Normally I would have also compromise a bit for master nodes but I just came from a client who did VMs with SAN for master nodes and performance started great but once multiple users came on board and the master nodes needed to handle more blocks, performance tanked. We wasted a week and a half moving the master components to physical nodes on a cluster with data. Painful.

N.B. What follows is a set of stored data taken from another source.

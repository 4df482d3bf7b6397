"""The case-keeping panel of the bedside screen: label, notes, save, open, summary page."""

from __future__ import annotations

import html
import io

import panel as pn

from .panes import ERROR_STYLE, NOTE_STYLE, BedsidePanel, action_button, heading, message_pane, show
from .state import BedsideState
from .summary import summary_html


class CaseKeeping(BedsidePanel):
    """Label, notes, save (no silent overwrite), the folder's cases, open, summary page."""

    def __init__(self, state: BedsideState, **params):
        super().__init__(state, **params)
        s = state.cases.param
        self._label = pn.widgets.TextInput.from_param(
            s.case_label, css_classes=["o2-bs-label"], width=330, placeholder="e.g. bed 4 day 2"
        )
        self._warning = pn.pane.HTML(
            f"⚠ {html.escape(state.identifier_warning)}",
            css_classes=["o2-bs-id-warning"],
            sizing_mode="stretch_width",
            styles={"font-size": "12px", "color": "#7a4b00"},
        )
        self._notes = pn.widgets.TextAreaInput.from_param(
            s.notes, css_classes=["o2-bs-notes"], sizing_mode="stretch_width", height=90
        )
        self._save = action_button(
            "Save case", "o2-bs-save", state.save, color="primary", width=120
        )
        self._overwrite = action_button(
            "Overwrite the existing file",
            "o2-bs-overwrite",
            lambda: state.save(overwrite=True),
            color="danger",
            width=220,
            visible=False,
        )
        self._folder = pn.pane.HTML(
            "", css_classes=["o2-bs-folder"], sizing_mode="stretch_width", styles=NOTE_STYLE
        )
        self._cases = pn.widgets.Select(
            label="Saved cases", options={}, css_classes=["o2-bs-cases"], width=330
        )
        self._open = action_button(
            "Open", "o2-bs-open", lambda: state.open(self._cases.value), width=80, align="end"
        )
        self._refresh = action_button(
            "Refresh list", "o2-bs-refresh", state.refresh_cases, width=110, align="end"
        )
        self._problems = pn.pane.HTML(
            "", css_classes=["o2-bs-problems"], sizing_mode="stretch_width", visible=False
        )
        self._message = message_pane("o2-bs-case-msg")
        self._download = pn.widgets.FileDownload(
            callback=self._summary_file,
            filename="o2transit-summary.html",
            label="Download summary page (HTML)",
            color="success",
            css_classes=["o2-bs-summary-download"],
            width=260,
            embed=False,
        )
        self._open_tab = pn.pane.HTML(
            "", css_classes=["o2-bs-summary-link"], margin=(12, 10), styles=NOTE_STYLE
        )
        self._layout = pn.Column(
            heading("7 · Keep the case and hand over"),
            pn.Row(self._label, self._save, self._overwrite),
            self._warning,
            self._notes,
            self._message,
            pn.Row(self._cases, self._open, self._refresh),
            self._folder,
            self._problems,
            pn.Row(self._download, self._open_tab),
            sizing_mode="stretch_width",
        )
        state.cases.param.watch(
            self._update, ["saved_cases", "case_problems", "case_message", "overwrite_offer"]
        )
        state.cases.param.watch(self._label_changed, ["case_label"])
        self._update()

    def _summary_file(self):
        label = self._state.case_label.strip() or "case"
        self._download.filename = f"o2transit-summary-{label.replace(' ', '-')}.html"
        return io.BytesIO(summary_html(self._state).encode("utf-8"))

    def _label_changed(self, *_events) -> None:
        if self._state.cases.overwrite_offer:
            self._state.cases.overwrite_offer = ""

    def _update(self, *_events) -> None:
        st = self._state.cases
        choices = st.case_choices()
        current = self._cases.value
        self._cases.options = choices
        if current in choices.values():
            self._cases.value = current
        self._open.disabled = not choices
        self._folder.object = (
            f"Case folder: <code>{html.escape(str(st.case_dir))}</code> · "
            f"{len(st.saved_cases)} case(s)"
        )
        if st.case_problems:
            items = "".join(f"<li>{html.escape(p)}</li>" for p in st.case_problems)
            self._problems.object = f"<b>Files that could not be read:</b><ul>{items}</ul>"
            self._problems.styles = {**ERROR_STYLE, "font-size": "12px"}
            self._problems.visible = True
        else:
            self._problems.visible = False
        self._overwrite.visible = bool(st.overwrite_offer)
        bad = st.case_message.startswith("Not ") or "⚠" in st.case_message
        show(self._message, st.case_message, error=bad)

See a good discussion here: http://searchstorage.techtarget.com/video/Understanding-storage-in-the-Hadoop-cluster
Created 02-08-2016 06:21 PM
SAN is terrible for Hadoop go with direct attached or Isilon NAS. SAN suffers from busy neighbor aside from being a shared pool of storage, it's outside of namenode's control so blocks can move around and lose data locality, latency can also be an issue and final thought, direct attached disk is redundant by many disks, so you can tolerate failure by having more disk. Quick search led to this http://hortonworks.com/blog/thinking-about-the-hdfs-vs-other-storage-technologies/ and more http://www.infoworld.com/article/2609694/application-development/never--ever-do-this-to-hadoop.html Here's our official doc http://docs.hortonworks.com/HDPDocuments/HDP2/HDP-2.3.2/bk_cluster-planning-guide/content/hardware-f...
I guess one thing more to mention is that busy neighbor is also a problem in reverse, you will affect the other applications running on your SAN.
Created 02-08-2016 06:32 PM
cost of typical disk vs. SAN backed disk would be cost prohibitive. @Sunile Manjee
Created 02-08-2016 06:46 PM
Although I have heard the argument that over time, the cost of replacing disk and managing DAS disk with 3 factor replication, makes SAN cheaper, from a TCO perspective
Created 02-08-2016 06:25 PM
Hadoop is Shared Nothing architecture. SAN Storage usually goes against the grain for distributed storage in a distributed compute environment. The only central storage we support so far is Isilon because we did some joint engineering with them. Even then, DAS has its advantages (as well as disadvantages mainly because of 3 factor replicator).
The main issue is that compute nodes where YARN spins up containers, for every data access needs, having it on separate SAN disk means that every query or access would then have to go over network speeds and would no longer be distributed across the spindles on the storage nodes. That not only decreases access time it introduces more points of failure through switches and creates additional potential for bottleneck.
Normally I would have also compromise a bit for master nodes but I just came from a client who did VMs with SAN for master nodes and performance started great but once multiple users came on board and the master nodes needed to handle more blocks, performance tanked. We wasted a week and a half moving the master components to physical nodes on a cluster with data. Painful.
See a good discussion here: http://searchstorage.techtarget.com/video/Understanding-storage-in-the-Hadoop-cluster
Created 02-08-2016 06:25 PM
While it is possible (and makes sense in some cases) to use SAN for Master Nodes I would strongly encourage you not to do this with Datanodes. Use bare metal machines with directly attached storage for Datanodes to optimize throughput and performance.
We have seen some very poor performance in environments where the Datanodes used SAN.
Created 02-08-2016 09:05 PM
@Sunile Manjee though I have no personal experience with them there are companies like BlueData who abstract the storage component and provide a interesting private cloud experience based on containers. An interesting read on this subject is a book by Google called Datacenter as a Computer.
Created 02-09-2016 03:08 AM
This answerhub thread is an example of how AWESOME answerhub is. Thanks all for great great great info.
Created 02-09-2016 03:41 AM
@Sunile Manjee I think Ancil answer is best one 😉 You are the judge.